On Rosh Hashanah the army would drive all the Jewish guys to a hospital where they held services. The problem was they’d drive them back and forth on Rosh Hashanah – both days. I managed to wangle a pass from the chaplain to let me stay at the hospital for those 2 days. The following year, however, they held services in two different hospitals. So a pass to one of them wouldn’t help. I had to make a decision then. Should I stay on base and be forced to mechalel yom tov and have no prayers or take the truck ride? I opted for the truck ride. At the end, I don’t think I was mechalelanything because it was a group ride. The driver was going anyway, not stopping and starting just for me. But I’m not a rabbi so I can’t say for sure. It just seemed the right thing for me to do. So that was my “soul” career in the army. Oh yes, I did try getting together a minyan for Friday nights but the most I could gather were 9 men. So that didn’t work out.
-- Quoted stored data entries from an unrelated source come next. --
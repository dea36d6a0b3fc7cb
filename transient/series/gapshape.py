"""The key of every exact answer: the gap in units of its own width, with what each end does.

Lengths are in gaps, times in diffusion times gap^2 / nu, speeds in their own unit.  All radii are then
``a + y`` with ``0 <= y <= 1``, so that a nearly closed annulus (large ``a``) loses no digits.
"""

from __future__ import annotations

from dataclasses import dataclass

import numpy as np

from transient.gap.problem import Problem

FREE = np.inf  # a slip length without end: no traction at all


class SeriesError(ValueError):
    """The case has no series solution here; the message is one plain sentence."""


@dataclass(frozen=True)
class GapShape:
    """``metric`` m; ``a`` inner radius over gap (0 for plates and pipes); slip lengths of both ends over the gap.

    A slip length of ``FREE`` is a shear-free end; ``axis`` marks a pipe's centre, which is no wall at all.
    """

    metric: int
    a: float
    lower: float
    upper: float
    axis: bool = False

    @property
    def b(self) -> float:
        """Outer radius over gap (1 for plates and pipes)."""
        return self.a + 1.0

    @property
    def order(self) -> float:
        """Bessel order nu of the eigenfunctions r^-nu C_nu(lambda r); -1/2 makes them sines."""
        return (self.metric - 1) / 2

    @property
    def unrestrained(self) -> bool:
        """Whether no end holds the fluid back: it then moves as a whole, without a steady state."""
        return (self.axis or self.lower == FREE) and self.upper == FREE

    @property
    def volume(self) -> float:
        """Integral of r^m over the gap."""
        return 1.0 if self.metric == 0 else self.a + 0.5

    @property
    def levers(self) -> tuple[float, float]:
        """Factors of the wall gradients in the wall stresses: r in a rotating gap, else 1."""
        return (self.a, self.b) if self.metric == 3 else (1.0, 1.0)

    @property
    def grips(self) -> np.ndarray:
        """(2,) 1 where a wall can pull on the fluid, 0 at a shear-free end and at an axis."""
        return np.array([float(self.lower != FREE and not self.axis), float(self.upper != FREE)])


def shape_of(problem: Problem) -> GapShape:
    """The dimensionless gap of a problem.  Raises SeriesError where viscosity is not constant or a wall unknown."""
    if problem.law.code != 0:
        raise SeriesError("the viscosity depends on the shear rate: only a constant one has a series solution")
    gap = problem.gap
    slips = []
    for wall in problem.walls:
        if wall.kind not in ("moving", "shear_free", "axis"):
            raise SeriesError(f"no series solution is known for a {wall.kind.replace('_', ' ')} wall")
        slips.append(FREE if wall.kind == "shear_free" else wall.slip_length / gap)
    axis = problem.walls[0].kind == "axis"
    a = 0.0 if problem.metric == 0 else problem.inner / gap
    return GapShape(problem.metric, a, slips[0], slips[1], axis)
I didn’t feel any anti Semitism. There was one guy, I called him the Mule Skinner – he was a huge southerner with bulging muscles. He would make anti-black remarks all the time. Those were my liberal days when I defended the blacks so I always came back to him with a retort. One time I could see the veins bulging in this forehead, he was so mad, but he never laid a hand on me. He would often say in his southern drawl – “Mah minister always says – anybody who messes with the People of the Book, will come to no good end.”
After V-J Day, I went to Hiroshima. The devastation was complete. I could see from one end to the other. There were just a few walls of one building left standing in the entire city. After that we were shipped back to the States via San Francisco and from there to Boro Park. I didn’t remain home too long because I soon enlisted with the Irgun to fight for Palestine. But that’s another story.